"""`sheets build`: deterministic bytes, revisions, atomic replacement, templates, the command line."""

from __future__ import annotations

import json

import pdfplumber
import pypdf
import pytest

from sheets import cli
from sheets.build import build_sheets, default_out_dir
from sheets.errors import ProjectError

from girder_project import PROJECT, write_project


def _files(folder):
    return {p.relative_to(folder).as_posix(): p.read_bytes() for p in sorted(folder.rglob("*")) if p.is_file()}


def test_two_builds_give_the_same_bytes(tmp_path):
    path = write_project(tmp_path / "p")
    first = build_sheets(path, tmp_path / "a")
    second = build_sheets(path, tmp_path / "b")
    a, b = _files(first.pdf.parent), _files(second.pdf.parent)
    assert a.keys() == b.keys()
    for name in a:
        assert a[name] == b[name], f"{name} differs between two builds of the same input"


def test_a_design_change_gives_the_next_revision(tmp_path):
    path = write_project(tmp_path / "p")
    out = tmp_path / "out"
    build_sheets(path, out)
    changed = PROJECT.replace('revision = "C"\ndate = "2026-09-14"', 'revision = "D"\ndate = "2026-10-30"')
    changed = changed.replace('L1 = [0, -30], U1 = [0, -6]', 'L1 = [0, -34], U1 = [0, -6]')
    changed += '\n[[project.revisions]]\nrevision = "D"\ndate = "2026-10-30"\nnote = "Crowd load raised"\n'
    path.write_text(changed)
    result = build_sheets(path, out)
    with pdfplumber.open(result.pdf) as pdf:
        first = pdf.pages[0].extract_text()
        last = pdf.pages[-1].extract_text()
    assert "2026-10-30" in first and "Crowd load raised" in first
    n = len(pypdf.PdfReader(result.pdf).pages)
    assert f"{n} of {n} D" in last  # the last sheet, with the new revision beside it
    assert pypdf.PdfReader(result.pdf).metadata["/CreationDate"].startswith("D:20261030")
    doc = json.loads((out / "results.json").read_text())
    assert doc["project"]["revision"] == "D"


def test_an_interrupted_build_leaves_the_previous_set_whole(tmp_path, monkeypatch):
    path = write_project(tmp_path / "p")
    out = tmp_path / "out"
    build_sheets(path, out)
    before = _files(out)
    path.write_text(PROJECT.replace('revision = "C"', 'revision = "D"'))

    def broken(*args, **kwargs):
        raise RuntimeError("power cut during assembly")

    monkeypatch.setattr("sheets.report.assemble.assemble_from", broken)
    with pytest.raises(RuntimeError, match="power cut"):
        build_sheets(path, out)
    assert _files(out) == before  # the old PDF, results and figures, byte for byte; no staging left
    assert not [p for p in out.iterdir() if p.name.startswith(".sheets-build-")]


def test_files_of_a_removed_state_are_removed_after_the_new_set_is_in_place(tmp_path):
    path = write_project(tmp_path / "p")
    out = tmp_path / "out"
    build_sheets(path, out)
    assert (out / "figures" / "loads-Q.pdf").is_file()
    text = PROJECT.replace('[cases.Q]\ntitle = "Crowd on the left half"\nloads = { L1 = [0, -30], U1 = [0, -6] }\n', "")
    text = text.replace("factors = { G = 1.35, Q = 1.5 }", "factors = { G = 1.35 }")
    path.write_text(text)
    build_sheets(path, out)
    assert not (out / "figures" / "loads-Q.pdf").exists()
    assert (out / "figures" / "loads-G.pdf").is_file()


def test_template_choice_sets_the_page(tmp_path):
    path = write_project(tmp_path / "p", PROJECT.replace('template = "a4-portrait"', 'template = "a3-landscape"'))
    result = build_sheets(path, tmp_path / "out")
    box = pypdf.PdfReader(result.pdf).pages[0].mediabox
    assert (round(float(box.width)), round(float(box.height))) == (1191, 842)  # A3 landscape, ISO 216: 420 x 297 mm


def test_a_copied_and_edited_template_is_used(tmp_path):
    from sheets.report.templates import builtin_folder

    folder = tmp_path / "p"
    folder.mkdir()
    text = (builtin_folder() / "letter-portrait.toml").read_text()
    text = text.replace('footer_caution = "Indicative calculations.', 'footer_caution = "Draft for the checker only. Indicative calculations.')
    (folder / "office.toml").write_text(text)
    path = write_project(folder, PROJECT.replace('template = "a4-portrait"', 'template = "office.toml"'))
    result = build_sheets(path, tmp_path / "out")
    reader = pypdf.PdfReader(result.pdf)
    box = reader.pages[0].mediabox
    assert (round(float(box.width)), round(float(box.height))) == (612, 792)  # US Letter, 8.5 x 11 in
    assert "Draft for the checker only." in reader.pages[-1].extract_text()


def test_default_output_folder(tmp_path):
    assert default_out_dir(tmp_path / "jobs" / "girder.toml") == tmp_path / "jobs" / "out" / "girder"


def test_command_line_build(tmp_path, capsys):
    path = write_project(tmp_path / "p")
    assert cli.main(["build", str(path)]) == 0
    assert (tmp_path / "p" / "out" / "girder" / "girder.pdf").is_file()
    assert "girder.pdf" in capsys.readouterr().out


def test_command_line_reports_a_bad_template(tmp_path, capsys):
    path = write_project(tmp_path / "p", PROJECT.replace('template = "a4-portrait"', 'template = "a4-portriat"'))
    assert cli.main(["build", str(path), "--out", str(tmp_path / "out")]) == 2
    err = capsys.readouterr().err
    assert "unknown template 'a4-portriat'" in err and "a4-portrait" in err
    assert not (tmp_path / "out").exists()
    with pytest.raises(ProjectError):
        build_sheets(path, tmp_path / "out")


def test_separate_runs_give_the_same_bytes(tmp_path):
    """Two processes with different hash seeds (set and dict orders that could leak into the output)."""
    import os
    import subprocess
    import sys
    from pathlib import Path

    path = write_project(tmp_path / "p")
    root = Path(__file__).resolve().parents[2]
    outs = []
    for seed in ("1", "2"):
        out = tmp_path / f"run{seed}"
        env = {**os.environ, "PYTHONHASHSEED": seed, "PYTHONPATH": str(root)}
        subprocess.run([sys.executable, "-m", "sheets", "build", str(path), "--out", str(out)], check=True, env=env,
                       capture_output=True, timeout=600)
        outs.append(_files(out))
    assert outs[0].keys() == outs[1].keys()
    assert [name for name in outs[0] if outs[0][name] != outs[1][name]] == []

* * *

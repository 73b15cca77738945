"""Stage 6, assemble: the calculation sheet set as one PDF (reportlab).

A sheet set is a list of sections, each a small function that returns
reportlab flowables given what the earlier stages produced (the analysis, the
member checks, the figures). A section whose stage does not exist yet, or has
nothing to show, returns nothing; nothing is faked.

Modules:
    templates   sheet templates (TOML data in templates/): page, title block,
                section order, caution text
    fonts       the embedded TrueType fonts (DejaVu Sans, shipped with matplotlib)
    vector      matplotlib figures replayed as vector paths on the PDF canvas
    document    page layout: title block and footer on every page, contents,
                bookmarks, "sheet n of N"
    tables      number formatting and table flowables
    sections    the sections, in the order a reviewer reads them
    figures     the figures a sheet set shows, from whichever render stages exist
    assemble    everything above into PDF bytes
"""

* _What this task involves_
All lines above with "PdfReader" in them should be returned.

* _Result of the task_
    n = len(pypdf.PdfReader(result.pdf).pages)
    assert pypdf.PdfReader(result.pdf).metadata["/CreationDate"].startswith("D:20261030")
    box = pypdf.PdfReader(result.pdf).pages[0].mediabox
    reader = pypdf.PdfReader(result.pdf)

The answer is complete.